Editoria

Editoria, il super gruppo Espresso-Itedi che oscura la riforma

Doveva essere il giorno della riforma, ma è diventato il giorno della fusione Espresso-Itedi. O meglio, dell’integrazione. Dopo l’approvazione (in prima lettura) alla Camera del testo di legge per l’editoria a tenere banco è l’operazione tra L’Espresso ed Itedi (società editrice della Stampa e del Secolo XIX), in grado di generare ricavi per circa 750 milioni. Nasce il leader italiano dei giornali e dei periodici, ma la Fnsi chiede di vederci più chiaro e dal Corriere della Sera arriva un attacco.

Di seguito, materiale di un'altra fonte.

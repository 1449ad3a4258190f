declare module 'midi-parser-js' {
  interface ParsedEvent {
    deltaTime: number;
    type: number;
    channel?: number;
    metaType?: number;
    data?: number | number[] | string;
  }
  interface ParsedMidi {
    formatType: number;
    tracks: number;
    timeDivision: number | number[];
    track: Array<{ event: ParsedEvent[] }>;
  }
  interface ReadCursor {
    readIntVLV(): number;
    readInt(bytes: number): number;
  }
  const MidiParser: {
    parse(input: Uint8Array): ParsedMidi | false;
    customInterpreter: ((type: number, file: ReadCursor, metaLength: number | false) => unknown) | null;
  };
  export default MidiParser;
}
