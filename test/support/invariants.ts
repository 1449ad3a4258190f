import { malformation, SynthModel, type ModelVoice } from '../../src/synth/reference-synth.js';
import { isNoteOn } from './reference-stream.js';

/**
 * The promises diesis makes about its output, checked against the reference synth (written from
 * the MIDI 1.0, MPE and MTS documents, not from the engine), for the fuzz tests and the bench:
 *
 * - every output message is well-formed MIDI 1.0;
 * - no note's pitch moves while it sounds (held, sustained, or ringing in its release tail): no
 *   pitch bend and no MTS retune under it, checked after every single message, so a retune that
 *   is put right later in the same burst still counts. The documented exceptions: the player's
 *   wheel (a pitch-bend message, or a Reset All Controllers that centres a wheel that was off
 *   centre); a steal (the note got its note-off earlier in the same burst, then its unit was
 *   retuned); a panic (it centres every bend); in `mts-octave`, a new note of the same key class
 *   (that mode's documented limit);
 * - one output note-on per input note-on, less the notes the engine reports it could not place;
 * - the synth never receives a second note-on for a key it already holds on that channel;
 * - at the end, once the player has let go of every key and pedal, nothing is held or
 *   sustained, and after the release time nothing rings;
 * - a device that disappears takes its notes and pedals with it (README, hot-plug): no note it
 *   started is still held or sustained, and if its pedal was down, no note is left sustained
 *   unless another device's pedal is down too.
 */
export interface InvariantOptions {
  readonly mode: 'bend' | 'mts-note' | 'mts-octave' | 'pass';
  /** How long a released note rings in the synth (diesis's release guard), ms. */
  readonly tailMs: number;
  readonly synthA4?: number;
  /** Violations kept with their details (all are counted). */
  readonly keep?: number;
}

export interface InvariantCounts {
  inputNoteOns: number;
  outputNoteOns: number;
  /** Notes the engine reported it could not place (tuned key outside 0…127). */
  dropped: number;
  malformed: number;
  /** Times a sounding note's pitch moved outside the documented cases. */
  retunesUnderNotes: number;
  doubleNoteOns: number;
  /** Held or sustained at the end, after the player let go of everything. */
  stuck: number;
  /** Held or sustained after the device that started them, or whose pedal held them, went away. */
  stuckAfterUnplug: number;
  /** Still ringing after the release time at the end. */
  ringing: number;
}

export class InvariantChecker {
  readonly synth: SynthModel;
  readonly counts: InvariantCounts = { inputNoteOns: 0, outputNoteOns: 0, dropped: 0, malformed: 0, retunesUnderNotes: 0, doubleNoteOns: 0, stuck: 0, stuckAfterUnplug: 0, ringing: 0 };
  readonly violations: string[] = [];
  private readonly pitch = new WeakMap<ModelVoice, number>();
  /** Voices that got their note-off in the burst being checked (a steal may retune them next). */
  private endedInBurst = new Set<ModelVoice>();
  private allowed = { wheel: false };
  /** In `mts-octave`: notes moved in this burst, excused if a new note of their key class starts in it. */
  private movedInBurst: Array<{ voice: ModelVoice; text: string }> = [];
  private noteClassesInBurst = new Set<number>();
  private wheelOffCentre = false;
  /** The registered parameter each input channel has selected (MSB, LSB). */
  private readonly rpn = new Map<number, [number, number]>();
  /** The source of each note the engine started, in order, until its note-on arrives. */
  private readonly startedBy: number[] = [];
  /** Whether each source's own last pedal message left a pedal down. */
  private readonly pedalDown = new Map<number, { sustain: boolean; sostenuto: boolean }>();

  constructor(private readonly options: InvariantOptions) {
    this.synth = new SynthModel(options.synthA4 ?? 440, options.tailMs);
  }

  private violation(text: string): void {
    if (this.violations.length < (this.options.keep ?? 20)) this.violations.push(text);
  }

  /**
   * The input messages (whole, as the engine will read them) that the next output burst answers.
   * Call before feeding their output; `burst` starts the burst.
   */
  input(messages: ReadonlyArray<readonly number[]>, source = 0): void {
    this.endBurst();
    let wheel = false;
    for (const m of messages) {
      if (isNoteOn(m)) this.counts.inputNoteOns++;
      if (m[0]! < 0xf0 && (m[0]! & 0xf0) === 0xb0) {
        const pedals = this.pedalDown.get(source) ?? { sustain: false, sostenuto: false };
        if (m[1] === 64) pedals.sustain = m[2]! >= 64;
        if (m[1] === 66) pedals.sostenuto = m[2]! >= 64;
        if (m[1] === 121) pedals.sustain = pedals.sostenuto = false;
        this.pedalDown.set(source, pedals);
      }
      const kind = m[0]! & 0xf0;
      if (m[0]! < 0xf0 && kind === 0xe0) {
        wheel = true;
        this.wheelOffCentre = (m[1]! | (m[2]! << 7)) !== 8192;
      }
      if (m[0]! < 0xf0 && kind === 0xb0 && m[1] === 121) {
        if (this.wheelOffCentre) wheel = true; // the reset centres the wheel: notes move with it
        this.wheelOffCentre = false;
      }
      if (m[0]! < 0xf0 && kind === 0xb0) {
        // The keyboard's RPN 0 (MIDI 1.0: CC101/100 select, CC6/38 carry the value) changes the
        // wheel's range: with the wheel off centre the notes move with it, as on any synth.
        const id = source * 16 + (m[0]! & 0x0f);
        const rpn = this.rpn.get(id) ?? [127, 127];
        if (m[1] === 101) rpn[0] = m[2]!;
        if (m[1] === 100) rpn[1] = m[2]!;
        if (m[1] === 98 || m[1] === 99) rpn[0] = rpn[1] = 127; // an NRPN deselects the RPN
        this.rpn.set(id, rpn);
        if ((m[1] === 6 || m[1] === 38) && rpn[0] === 0 && rpn[1] === 0 && this.wheelOffCentre) wheel = true;
      }
    }
    this.allowed = { wheel };
  }

  private endBurst(): void {
    for (const { voice, text } of this.movedInBurst) {
      if (this.noteClassesInBurst.has(voice.channel * 12 + (voice.key % 12))) continue;
      this.counts.retunesUnderNotes++;
      this.violation(text);
    }
    this.movedInBurst = [];
    this.noteClassesInBurst = new Set();
    this.endedInBurst = new Set();
  }

  /**
   * The burst being checked is a panic (the player's control, a lost sender, the end of a file):
   * it ends every note and centres every bend by design, release tails included.
   */
  panicking(): void {
    this.allowed = { wheel: true };
  }

  /** The engine started a note from `source` (its note-on is in the output that follows). */
  noteStarted(source: number): void {
    this.startedBy.push(source);
  }

  /** Call once the engine's output for an unplugged device has been fed. */
  unplugged(source: number): void {
    const own = this.pedalDown.get(source);
    const heldItsPedal = own !== undefined && (own.sustain || own.sostenuto);
    const otherPedal = [...this.pedalDown].some(([s, p]) => s !== source && (p.sustain || p.sostenuto));
    this.pedalDown.delete(source);
    for (const v of this.synth.active()) {
      const mine = (v.tag as { source?: number } | undefined)?.source === source;
      if (!mine && !(heldItsPedal && !otherPedal && v.state === 'sustained')) continue;
      this.counts.stuckAfterUnplug++;
      this.violation(`${v.state} note ${v.key} on channel ${v.channel + 1} still sounds after device ${source} went away`);
    }
  }

  /** The engine reported a note it could not place. */
  noteDropped(): void {
    this.counts.dropped++;
  }

  /** One output message, at `time` ms. */
  output(time: number, data: readonly number[]): void {
    const problem = malformation(data);
    if (problem) {
      this.counts.malformed++;
      this.violation(`malformed output ${JSON.stringify(data)}: ${problem}`);
      return;
    }
    const doublesBefore = this.synth.doubleNoteOns;
    const ending = endsNotes(data);
    const heldBefore = ending ? this.synth.active() : [];
    const voice = this.synth.receive(time, data);
    if (this.synth.doubleNoteOns > doublesBefore) {
      this.counts.doubleNoteOns++;
      this.violation(`a second note-on for a held key: ${JSON.stringify(data)} at ${time} ms`);
    }
    if (voice) {
      this.counts.outputNoteOns++;
      this.noteClassesInBurst.add(voice.channel * 12 + (voice.key % 12));
      voice.tag = { source: this.startedBy.shift() };
      this.pitch.set(voice, this.synth.frequency(voice));
      return;
    }
    for (const v of heldBefore) if (v.state === 'tail') this.endedInBurst.add(v);
    if (canMovePitch(data)) this.checkPitches(time, data);
  }

  private checkPitches(time: number, cause: readonly number[]): void {
    for (const v of this.synth.sounding()) {
      const before = this.pitch.get(v);
      const now = this.synth.frequency(v);
      this.pitch.set(v, now);
      if (before === undefined || Math.abs(now / before - 1) < 1e-9) continue;
      if (this.allowed.wheel || this.endedInBurst.has(v)) continue;
      const text = `${v.state} note ${v.key} on channel ${v.channel + 1} moved from ${before.toFixed(3)} to ${now.toFixed(3)} Hz at ${time} ms by ${JSON.stringify(cause.slice(0, 12))}`;
      if (this.options.mode === 'mts-octave') this.movedInBurst.push({ voice: v, text });
      else {
        this.counts.retunesUnderNotes++;
        this.violation(text);
      }
    }
  }

  /**
   * The end: call after the player has let go of every key and pedal (and the engine's output for
   * that has been fed). Counts what is still held or sustained, and what still rings once the
   * release time has passed.
   */
  finish(time: number): InvariantCounts {
    this.endBurst();
    this.synth.advance(time);
    this.counts.stuck = this.synth.active().length;
    for (const v of this.synth.active()) this.violation(`stuck: key ${v.key} on channel ${v.channel + 1} (${v.state}) at the end`);
    this.synth.advance(time + this.options.tailMs + 1);
    this.counts.ringing = this.synth.sounding().length;
    const expected = this.counts.inputNoteOns - this.counts.dropped;
    if (this.counts.outputNoteOns !== expected) this.violation(`${this.counts.outputNoteOns} output note-ons for ${this.counts.inputNoteOns} input note-ons (${this.counts.dropped} reported dropped)`);
    return this.counts;
  }

  /** True when every promise held. */
  get clean(): boolean {
    const c = this.counts;
    return c.malformed === 0 && c.retunesUnderNotes === 0 && c.doubleNoteOns === 0 && c.stuck === 0 && c.stuckAfterUnplug === 0 && c.ringing === 0 && c.outputNoteOns === c.inputNoteOns - c.dropped;
  }
}

/** Messages that can end notes in the reference synth: note-offs, pedals, resets, All Notes Off. */
function endsNotes(data: readonly number[]): boolean {
  const kind = data[0]! & 0xf0;
  return data[0]! < 0xf0 && (kind === 0x80 || kind === 0x90 || kind === 0xb0);
}

/** Messages that can change a sounding note's pitch in the reference synth: bends, MTS, RPN changes, a controller reset. */
function canMovePitch(data: readonly number[]): boolean {
  const status = data[0]!;
  if (status === 0xf0) return true;
  const kind = status & 0xf0;
  return kind === 0xe0 || (kind === 0xb0 && [6, 38, 100, 101, 121].includes(data[1]!));
}
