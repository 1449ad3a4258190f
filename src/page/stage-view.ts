import { formatPitchClass, formatRange, formatSpelledPitch, type NameStyle, type SpelledPitch } from '../pitch/index.js';
import type { Router, RouterEvent } from '../router/router.js';
import { keyOfNote, type NoteId } from '../midi/note-id.js';
import type { ControlledSpeller } from '../spelling/controlled.js';
import { equalTemperedDeviation, formatReference, type Reference, type Tuning } from '../tuning/index.js';
import type { StageKey, StageNote, StagePiece, StageState, StageWarning } from './stage-state.js';

const UNICODE: NameStyle = { accidentals: 'unicode' };
const BLACK = new Set([1, 3, 6, 8, 10]);
/** How many warnings the page keeps. */
export const STAGE_WARNINGS = 5;

interface Held {
  readonly pitch: SpelledPitch;
  readonly key: number;
  readonly cents: number;
  readonly hz: number;
  pedalHeld: boolean;
}

/**
 * The page's fold over the engine's events: which notes sound (a key released under a pedal stays,
 * marked as held by the pedal, until the pedals are up) and the latest warnings in words.
 */
export class StageTracker {
  private readonly held = new Map<NoteId, Held>();
  private readonly recent: StageWarning[] = [];
  private nextWarning = 1;

  event(e: RouterEvent): void {
    switch (e.type) {
      case 'note':
        this.held.set(e.id, { pitch: e.pitch, key: keyOfNote(e.id), cents: e.cents, hz: e.hz, pedalHeld: false });
        return;
      case 'key-up': {
        const note = this.held.get(e.id);
        if (note) note.pedalHeld = true; // its voice sounds on until it ends
        return;
      }
      case 'voice-ended':
        this.held.delete(e.id);
        return;
      case 'panic':
        this.held.clear();
        this.warn(`PANIC (${e.reason}): every note was stopped`);
        return;
      case 'steal':
        this.warn(`ran out of synth channels: ${e.ids.length} ${e.ids.length === 1 ? 'note was' : 'notes were'} cut short to make room`);
        return;
      case 'out-of-range':
        this.warn(`${formatSpelledPitch(e.pitch, UNICODE)} needs ${e.neededCents.toFixed(1)} cents, more than the synth’s bend range: it sounds out of tune`);
        return;
      case 'note-dropped':
        this.warn(`${formatSpelledPitch(e.pitch, UNICODE)} was not played: ${e.reason}`);
        return;
    }
  }

  /** A warning from outside the engine (a port came or went). */
  warn(text: string): void {
    this.recent.push({ id: this.nextWarning++, text });
    if (this.recent.length > STAGE_WARNINGS) this.recent.shift();
  }

  sounding(): StageNote[] {
    return [...this.held.values()]
      .sort((a, b) => a.hz - b.hz)
      .map((n) => ({ spelling: formatSpelledPitch(n.pitch, UNICODE), key: n.key, cents: n.cents, hz: n.hz, pedalHeld: n.pedalHeld }));
  }

  warnings(): StageWarning[] {
    return [...this.recent];
  }
}

/** Everything the page shows comes from here: the session's engine, speller and setup. */
export interface StageSources {
  readonly router: Router;
  readonly speller: ControlledSpeller;
  readonly tuning: Tuning;
  readonly reference: Reference;
  readonly tuningId: string;
  readonly tuningName: string;
  readonly strategy: string;
  readonly piece: StagePiece;
  /** The tuning picture (SVG), drawn once per tuning. */
  readonly picture?: string | undefined;
  readonly synthConnected: () => boolean;
  /** The bar when following a score. */
  readonly bar?: (() => number | null) | undefined;
}

/** A lone piece: one of one, nowhere to go. */
export function lonePiece(title: string): StagePiece {
  return { title, index: 0, count: 1, canPrevious: false, canNext: false };
}

/** The key `follow` believes it is in (`D minor`); for the other strategies the tonic alone (`tonic D`), or null. */
function keyInForce(speller: ControlledSpeller): string | null {
  const key = speller.currentKey();
  return key ? `${formatPitchClass(key.tonic, UNICODE)} ${key.mode}` : null;
}

/** Cents from 12-ET of a spelling in a tuning, remembered: the exact arithmetic is not redone 30 times a second. */
const centsMemo = new WeakMap<Tuning, WeakMap<Reference, Map<number, number>>>();
function centsFromEt(tuning: Tuning, reference: Reference, pitch: SpelledPitch): number {
  let byReference = centsMemo.get(tuning);
  if (!byReference) centsMemo.set(tuning, (byReference = new WeakMap()));
  let memo = byReference.get(reference);
  if (!memo) byReference.set(reference, (memo = new Map()));
  const id = pitch.fifths * 64 + pitch.octave;
  let cents = memo.get(id);
  if (cents === undefined) memo.set(id, (cents = equalTemperedDeviation(tuning, reference, pitch)));
  return cents;
}

/** The snapshot the page shows now. Reads only; `peek` asks the speller without letting it hear anything. */
export function stageStateOf(sources: StageSources, tracker: StageTracker, time: number): StageState {
  const { router, speller, reference } = sources;
  const tonic = speller.currentTonic();
  const tuning = sources.tuning.kind === 'just' && tonic ? sources.tuning.withTonic(tonic) : sources.tuning;
  const keys: StageKey[] = [];
  for (let chroma = 0; chroma < 12; chroma++) {
    const pitch = speller.peek({ key: 60 + chroma, velocity: 64, time, channel: 0, source: 0 });
    keys.push({
      chroma,
      black: BLACK.has(chroma),
      spelling: formatPitchClass(pitch, UNICODE),
      cents: router.passing ? 0 : centsFromEt(tuning, reference, pitch),
    });
  }
  return {
    piece: sources.piece,
    tuning: { id: sources.tuningId, name: sources.tuningName, picture: sources.picture },
    reference: `${formatReference(reference, UNICODE).replace('=', ' = ')} Hz`,
    strategy: sources.strategy,
    key: keyInForce(speller),
    window: formatRange(speller.currentWindow(), UNICODE),
    keys,
    sounding: tracker.sounding(),
    pedals: { sustain: router.sustainDown, sostenuto: router.sostenutoDown },
    latches: { flip: speller.overrides.flip, freeze: speller.overrides.frozen, force: speller.overrides.force ?? null, shift: speller.overrides.shift },
    bar: sources.bar?.() ?? null,
    warnings: tracker.warnings(),
    passing: router.passing,
    synthConnected: sources.synthConnected(),
  };
}
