import { DEFAULT_WINDOW, type SpelledPitch } from '../../src/pitch/index.js';
import type { NoteContext, Speller } from '../../src/spelling/speller.js';

/** A speller whose choices the test dictates, note by note. */
export function scriptedSpeller(choose: (note: NoteContext) => SpelledPitch): Speller {
  return {
    spell: (notes) => notes.map(choose),
    peek: choose,
    noteOff: () => undefined,
    currentWindow: () => DEFAULT_WINDOW,
    currentTonic: () => undefined,
  };
}
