/** A piece as notes with written spellings: the file's timing, the CSV's spellings (matched by tick and key). */
export function writtenNotes(m: Movement): WrittenNote[] {
  const written = new Map<string, string[]>();
  for (const w of parseWrittenSpellings(readFileSync(m.csvPath, 'utf8'))) {
    const key = `${w.tick}:${w.key}`;
    written.set(key, [...(written.get(key) ?? []), w.spelling]);
  }
  const open = new Map<string, Array<{ on: number; pitch: SpelledPitch }>>();
  const notes: WrittenNote[] = [];
  for (const e of m.midi.events) {
    const [status = 0, key = 0, velocity = 0] = e.data;
    const kind = status & 0xf0;
    if (kind !== 0x90 && kind !== 0x80) continue;
    const slot = `${status & 0x0f}:${key}`;
    if (kind === 0x90 && velocity > 0) {
      const spelling = written.get(`${e.tick}:${key}`)?.shift();
      if (spelling === undefined) continue;
      open.set(slot, [...(open.get(slot) ?? []), { on: e.time, pitch: parseSpelledPitch(spelling) }]);
    } else {
      const started = open.get(slot)?.shift();
      if (started) notes.push({ id: notes.length, on: started.on, off: e.time, pitch: started.pitch });
    }
  }
  return notes.sort((a, b) => a.on - b.on || a.id - b.id);
}

/** Note-ons and note-offs in time order, offs first at equal times (a repeated note is re-struck). */
function timeline(notes: readonly WrittenNote[]): Array<{ time: number; ons: WrittenNote[]; offs: WrittenNote[] }> {
  const byTime = new Map<number, { time: number; ons: WrittenNote[]; offs: WrittenNote[] }>();
  const at = (time: number) => {
    let slot = byTime.get(time);
    if (!slot) byTime.set(time, (slot = { time, ons: [], offs: [] }));
    return slot;
  };
  for (const n of notes) {
    at(n.on).ons.push(n);
    at(n.off).offs.push(n);
  }
  return [...byTime.values()].sort((a, b) => a.time - b.time);
}

export interface AdaptiveRun {
  readonly events: SoundingEvent[];
  /** Microseconds per `chordOn` call, divided by its notes. */
  readonly costPerNote: number[];
  /** Sounding notes whose pitch, asked again after a later note, differed from the one last reported (given, or by `tick`). */
  readonly movedInTuner: number;
  readonly compromises: number;
}

/** Drives an `AdaptiveTuner` with a piece's written spellings and timing. */
/**
 * Drives an `AdaptiveTuner` with a piece's written spellings and timing. The key of the table
 * follows the music as the engine's follow speller hears it (its spellings are not used), as
 * the router will do; `tonic` fixes it instead.
 */
export function runAdaptive(notes: readonly WrittenNote[], table: Tuning, settings: Partial<AdaptiveSettings> = {}, tonic?: PitchClass): AdaptiveRun {
  const tuner = new AdaptiveTuner({ table, reference: A440, settings });
  const follow = tonic === undefined ? new FollowSpeller() : undefined;
  const context = (n: WrittenNote, time: number) => ({ key: keyOf(n.pitch), velocity: 64, time, channel: 0, source: 0 });
  tuner.setTonic(tonic);
  const events: SoundingEvent[] = [];
  const costPerNote: number[] = [];
  const given = new Map<number | string, number>();
  let movedInTuner = 0;
  for (const { time, ons, offs } of timeline(notes)) {
    for (const moved of tuner.tick(time)) {
      if (given.get(moved.id) === moved.hz) continue;
      given.set(moved.id, moved.hz);
      events.push({ kind: 'change', time, id: moved.id, hz: moved.hz });
    }
    for (const n of offs) {
      follow?.noteOff(context(n, time));
      tuner.noteOff(time, n.id);
      given.delete(n.id);
      events.push({ kind: 'off', time, id: n.id });
    }
    if (ons.length === 0) continue;
    if (follow) {
      follow.spell(ons.map((n) => context(n, time)));
      tuner.setTonic(follow.currentTonic());
    }
    const start = performance.now();
    const placed = tuner.chordOn(time, ons.map((n) => ({ id: n.id, pitch: n.pitch })));
    costPerNote.push(((performance.now() - start) * 1000) / ons.length);
    for (const p of placed) {
      given.set(p.id, p.hz);
      events.push({ kind: 'on', time, id: p.id, hz: p.hz, pitch: p.pitch });
    }
    for (const s of tuner.soundingNotes()) if (given.get(s.id) !== s.hz) movedInTuner++;
  }
  return { events, costPerNote, movedInTuner, compromises: tuner.counters().compromises };
}
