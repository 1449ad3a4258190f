/**
 * Measurements on audio for the tests, independent of the code under test: frequency from the
 * slope of the demodulated phase, and THD+N as the power left after fitting a pure sine.
 */

/** Estimates a tone's frequency near `guess` Hz: demodulate by `guess`, take each block's phase (Hann-weighted), fit a line. */
export function measureFrequency(x: ArrayLike<number>, sampleRate: number, guess: number, from = 0, to = x.length): number {
  const block = 2048;
  const phases: number[] = [];
  const centres: number[] = [];
  for (let start = from; start + block <= to; start += block / 2) {
    let re = 0;
    let im = 0;
    for (let n = 0; n < block; n++) {
      const w = 0.5 - 0.5 * Math.cos((2 * Math.PI * n) / (block - 1));
      const t = (start + n) / sampleRate;
      const v = x[start + n]! * w;
      re += v * Math.cos(2 * Math.PI * guess * t);
      im -= v * Math.sin(2 * Math.PI * guess * t);
    }
    phases.push(Math.atan2(im, re));
    centres.push((start + block / 2) / sampleRate);
  }
  for (let i = 1; i < phases.length; i++) {
    while (phases[i]! - phases[i - 1]! > Math.PI) phases[i]! -= 2 * Math.PI;
    while (phases[i]! - phases[i - 1]! < -Math.PI) phases[i]! += 2 * Math.PI;
  }
  const n = phases.length;
  const mt = centres.reduce((a, b) => a + b, 0) / n;
  const mp = phases.reduce((a, b) => a + b, 0) / n;
  let num = 0;
  let den = 0;
  for (let i = 0; i < n; i++) {
    num += (centres[i]! - mt) * (phases[i]! - mp);
    den += (centres[i]! - mt) ** 2;
  }
  return guess + num / den / (2 * Math.PI);
}

/** THD+N in dB: the power left after a least-squares fit of a sine (and offset) at `hz`, against the sine's. */
export function thdPlusNoise(x: ArrayLike<number>, sampleRate: number, hz: number, from = 0, to = x.length): number {
  let cc = 0;
  let ss = 0;
  let cs = 0;
  let xc = 0;
  let xs = 0;
  for (let n = from; n < to; n++) {
    const c = Math.cos((2 * Math.PI * hz * n) / sampleRate);
    const s = Math.sin((2 * Math.PI * hz * n) / sampleRate);
    cc += c * c;
    ss += s * s;
    cs += c * s;
    xc += x[n]! * c;
    xs += x[n]! * s;
  }
  const det = cc * ss - cs * cs;
  const a = (xc * ss - xs * cs) / det;
  const b = (xs * cc - xc * cs) / det;
  let signal = 0;
  let residual = 0;
  for (let n = from; n < to; n++) {
    const fit = a * Math.cos((2 * Math.PI * hz * n) / sampleRate) + b * Math.sin((2 * Math.PI * hz * n) / sampleRate);
    signal += fit * fit;
    residual += (x[n]! - fit) ** 2;
  }
  return 10 * Math.log10(residual / signal);
}

export function sine(hz: number, sampleRate: number, seconds: number, amplitude = 0.5): Float32Array {
  return Float32Array.from({ length: Math.round(seconds * sampleRate) }, (_, n) => amplitude * Math.sin((2 * Math.PI * hz * n) / sampleRate));
}

export function rmsDb(x: ArrayLike<number>, from = 0, to = x.length): number {
  let sum = 0;
  for (let n = from; n < to; n++) sum += x[n]! ** 2;
  return 10 * Math.log10(sum / (to - from) + 1e-300);
}
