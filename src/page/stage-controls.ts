import type { TimedMessage } from '../midi/bytes.js';
import type { Router } from '../router/router.js';
import type { ControlledSpeller } from '../spelling/controlled.js';
import type { ActionName } from '../spelling/control-map.js';
import { parseKey, type DeclaredKey } from '../spelling/keys.js';
import { UserError } from '../util/errors.js';
import type { StageControl, StageControlResult } from './stage-state.js';

/** What the page's requests act on: the same speller and engine the pedals act on. */
export interface ControlTargets {
  readonly speller: ControlledSpeller;
  readonly router: Router;
  /** Sends the engine's messages on to the synth (the bridge's `send`). */
  readonly send: (messages: readonly TimedMessage[]) => void;
  readonly clock: () => number;
  /** Moves through a concert programme; without one the page is told there is nowhere to go. */
  readonly piece?: ((step: 1 | -1) => StageControlResult) | undefined;
}

const OK: StageControlResult = { ok: true };

/**
 * The one place a page request becomes an engine action: each does what the matching pedal
 * action does (flip and freeze set the speller's latches, set-key sets the key, 12-ET comparison
 * and panic go through the router), so the page and the pedals never disagree.
 */
export function applyStageControl(control: StageControl, targets: ControlTargets): StageControlResult {
  const { router } = targets;
  const act = (name: ActionName, on: boolean, key?: DeclaredKey): StageControlResult => {
    targets.send(router.act(targets.clock(), { action: { name, key }, on }));
    return OK;
  };
  switch (control.kind) {
    case 'panic':
      targets.send(router.panic(targets.clock(), 'panic on the stage page'));
      return OK;
    case 'flip':
      return act('flip', control.on);
    case 'freeze':
      return act('freeze', control.on);
    case 'set-key':
      try {
        return act('set-key', true, parseKey(control.key));
      } catch (error) {
        if (error instanceof UserError) return { ok: false, reason: error.message };
        throw error;
      }
    case 'compare-12et':
      return router.passing === control.on ? OK : act('pass', true); // the pass action toggles
    case 'piece':
      return targets.piece?.(control.step) ?? { ok: false, reason: 'no concert programme: there is only this piece' };
  }
}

E intanto anche Gasparri si prende qualche merito

Dopo quasi un anno di lavori era arrivato il giorno della votazione alla Camera per la proposta di legge per la riforma dell’editoria. Ma improvvisamente arriva una notizia a scuotere il settore ed a catalizzare tutta l’attenzione mediatica: dalla fusione tra il Gruppo l’Espresso e Itedi è nato il nuovo super polo editoriale italiano. Il nuovo gruppo, sulla base dei dati registrati nel 2015, ha dei numeri davvero impressionanti, complessivamente parliamo di 5,8 milioni di lettori, 2,5 milioni di utenti unici giornalieri sui propri siti di informazione e 750 milioni di ricavi.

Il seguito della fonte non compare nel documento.